Литмир - Электронная Библиотека

– Спасибо вам, Валентина Степановна, – поблагодарил соседку Радий, – и что с мамой побыли, и что помогли…

– А, за что спасибо! Когда мой-то помер, Егоровна тоже заходила, таблетки давала, стулья тоже на поминки, вилки-ложки… На то мы и соседи, чтоб друг дружке-то помогать. Шутка – сорок лет без малого тут живем. Мой-то, царство ему небесное, уже три года как помер, а все как вчера. Ну, все там будем. Ты, Саня, у меня ночевать останешься? Машину-то твою ночью не уведут?

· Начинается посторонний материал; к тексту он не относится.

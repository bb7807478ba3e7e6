import type { LengthOffsetEvent, MachineState } from '../interpreter/events';
import type { Shop } from '../shop/shop';
import { LENGTH_AGREES, lengthInTable, trueOffset } from './true-offset';
import { figure, toolWords } from './finding-data';
import { defineRule } from './rule';
import { usesLengthTable } from './watch-length';

/** G43 with the H of another tool than the one in the spindle. */
export const lengthOffsetOtherTool = defineRule({
  id: 'length-offset-other-tool',
  group: 'length',
  title: 'Length offset of another tool',
  severity: 'stop',
  protects: 'The stock, the table and the tip from the difference between two tools.',
  explanation:
    'The H number is compared with the tool in the spindle, not with the last T, which may only be chosen ahead. Where T names pockets, the number of its pocket is right as well. An H that belongs to no tool of the list and holds the true length of this one is a second offset kept for it, and silent. Where it is not known what the spindle holds, nothing is said.',
  examples: {
    bad: 'G21 G90 G54\nT1 M6\nG43 H2 Z5\nM30',
    good: 'G21 G90 G54\nT1 M6\nT2\nG43 H1 Z5\nM30',
  },
  word: (data) => ({
    message: `H${figure(data, 'offset')} is applied with ${toolWords(data)} in the spindle.`,
    advice: `Write H${figure(data, 'own')}, or the T that is meant.`,
  }),
  observe: (shop, report) => {
    if (!usesLengthTable(shop)) return {};
    let called = 0;
    return {
      toolChanged(event) {
        called = event.written;
      },
      lengthOffset(event, state) {
        if (!isOfAnother(shop, event, state, called)) return;
        const { number: tool, tool: listed } = state.held;
        const own = shop.setup.controller.toolWord === 'pocket' && called ? called : tool;
        const data = { tool, name: listed?.name ?? '', offset: event.number, own };
        report.found({ cause: `H${event.number}`, at: event.place, data }, state);
      },
    };
  },
});

function isOfAnother(
  shop: Shop,
  { code, number, after }: LengthOffsetEvent,
  { held }: MachineState,
  called: number,
): boolean {
  if (code !== 'G43' || number === null || number === 0 || !held.number) return false;
  if (number === held.number || number === called) return false;
  // An H that the table does not hold is a fault of its own, told where it is applied.
  if (lengthInTable(shop, number) === undefined) return false;
  const own = trueOffset(shop, held.tool);
  const isSecondOffset = own !== undefined && Math.abs(after - own) <= LENGTH_AGREES;
  return !(isSecondOffset && !shop.toolByNumber.has(number));
}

– Мою? Не-ет, маманя, мою машину по городу хорошо знают, кто ее уведет! Ты иди, мамань, поздно уже, а я тут с другом детства еще кое о чем потолковать хочу…

Когда за соседкой захлопнулась дверь, Александр не спеша разлил по рюмкам дешевую водку.

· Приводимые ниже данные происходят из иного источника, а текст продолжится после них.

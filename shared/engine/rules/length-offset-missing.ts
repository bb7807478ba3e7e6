import type { Observer, Motion, MachineState } from '../interpreter/events';
import type { Shop } from '../shop/shop';
import { figure, text, toolWords } from './finding-data';
import { isProgramMotion } from './mode-not-stated';
import { defineRule, type Reporter } from './rule';
import { hasLength, usesLengthTable, watchProgramZ, type LengthSinceChange } from './watch-length';

/** Z moves in program coordinates with no length applied for the new tool. */
export const lengthOffsetMissing = defineRule({
  id: 'length-offset-missing',
  group: 'length',
  title: 'Z moves with no length offset for the new tool',
  severity: 'stop',
  hold: 'look',
  protects:
    'The spindle, the stock and the table from a head that comes down by the whole length of the tool.',
  explanation:
    'A change does not apply a length (NISTIR 6556, 3.6.3); the program has to, by G43, before Z moves in program coordinates. X and Y moves, G53 and G28 before it are ordinary. An H that the table does not hold counts as no length. Where each zero is set with its tool in the spindle, a second tool without a new zero is meant instead; a stop in between, at which a person may set it, makes that a matter to look at. Where the controller or the macro applies the length, this is silent.',
  examples: {
    bad: 'G21 G90 G54\nT1 M6\nG0 X0 Y0\nG0 Z5\nM30',
    good: 'G21 G90 G54\nT1 M6\nG53 G0 Z0\nG0 X0 Y0\nG43 H1 Z5\nM30',
  },
  word: (data) => {
    const tool = figure(data, 'tool');
    switch (text(data, 'reason')) {
      case 'not-in-table':
        return {
          message: `H${figure(data, 'number')} has no length in the offset table, so nothing is applied.`,
          advice: `Measure the tool and enter its length as H${figure(data, 'number')}, or call the H that is meant.`,
        };
      case 'second-tool':
        return {
          message: `Z moves with ${toolWords(data)}, but zero was last set with T${figure(data, 'zeroTool')}, and here each tool needs its own.`,
          advice: `Set a new zero with T${tool} in the spindle before Z moves.`,
        };
      default:
        return {
          message: `Z moves in program coordinates with ${toolWords(data)}, but no length offset has been applied since the change.`,
          advice: `Write G43 H${tool} in or before the first block that moves Z.`,
        };
    }
  },
  observe: (shop, report) => {
    const { controller } = shop.setup;
    if (controller.lengthScheme === 'none') return watchZeroPerTool(shop, report);
    if (!usesLengthTable(shop)) return {};
    const missing =
      controller.lengthOffset === 'program' ? watchMissing(shop, report) : ({} satisfies Observer);
    return {
      ...missing,
      problem({ problem, place, facts }, state) {
        if (problem !== 'length-offset-missing') return;
        report.found({ cause: `H${facts['number']}`, at: place, data: { ...facts } }, state);
      },
    };
  },
});

function watchMissing(shop: Shop, report: Reporter): Observer {
  const isRight = (state: MachineState, since: LengthSinceChange) =>
    since.cancelled || hasLength(state) || isToldAsNotInTable(state.lengthFrom);
  const judge = (_motion: Motion, state: MachineState, since: LengthSinceChange) => {
    if (isRight(state, since)) return;
    const { number, tool } = state.held;
    const data = { tool: number, name: tool?.name ?? '' };
    report.found({ cause: 'none', at: state.place({ letters: 'Z' }), data }, state);
  };
  return watchProgramZ(shop, judge, isRight);
}

/** An H other than 0 was applied: if the table does not hold it, its own block has said so. */
function isToldAsNotInTable(number: number | null): boolean {
  return number !== null && number !== 0;
}

/** Scheme `none`: zero belongs to the tool it was set with. */
function watchZeroPerTool(_shop: Shop, report: Reporter): Observer {
  let zeroTool: number | undefined;
  let hasStopped = false;
  const setZero = (number: number | null) => {
    if (number !== null) zeroTool = number;
  };
  return {
    toolChanged() {
      hasStopped = false;
    },
    stop() {
      hasStopped = true;
    },
    localShift(event, state) {
      if (event.withAxes) setZero(state.held.number);
    },
    offsetChanged(_event, state) {
      setZero(state.held.number);
    },
    quiet(quiet, state) {
      const { number } = state.held;
      if (number && number !== zeroTool) quiet.close();
    },
    motion(motion, state) {
      if (!isProgramMotion(motion) || motion.fromZ === motion.toZ) return;
      const { number, tool } = state.held;
      if (!number) return;
      zeroTool ||= number;
      if (zeroTool === number) return;
      const data = { reason: 'second-tool', tool: number, name: tool?.name ?? '', zeroTool };
      const severity = hasStopped ? 'hold' : 'stop';
      const at = state.place({ letters: 'Z' });
      report.found({ cause: 'second-tool', at, severity, data }, state);
    },
  };
}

– Ну что, Радя, давай еще раз помянем отца твоего, хороший был мужик…

Выпили молча, не чокаясь. За поминальным столом Радий почти не пил, да и не ел толком со вчерашнего дня – любая пища становилась в горле комом, вызывая тошноту. Александр тоже за столом не сидел, ездил за водкой, продуктами – поминальщиков было много, вслед за приехавшими с кладбища родственниками и сослуживцами потянулись соседи, какие-то старые бабки, дворовые старики с палочками. Действительно – сорок лет его родители жили в этом доме. На кладбище Радий видел, как Александр расплачивался с могильщиками, совал что-то водителям.

– Давай, за помин души. – Саша щедро плеснул по тяжелым хрустальным рюмкам. Снова выпили, он пододвинул Радику тарелку с лоснящимися ломтями вареной колбасы. – Ты закусывай, а то целый день не евши… – Он пристроил кружок варенки на толсто отрезанный кусок хлеба, с хрустом откусил соленый огурец. – Ну что, давай еще по одной?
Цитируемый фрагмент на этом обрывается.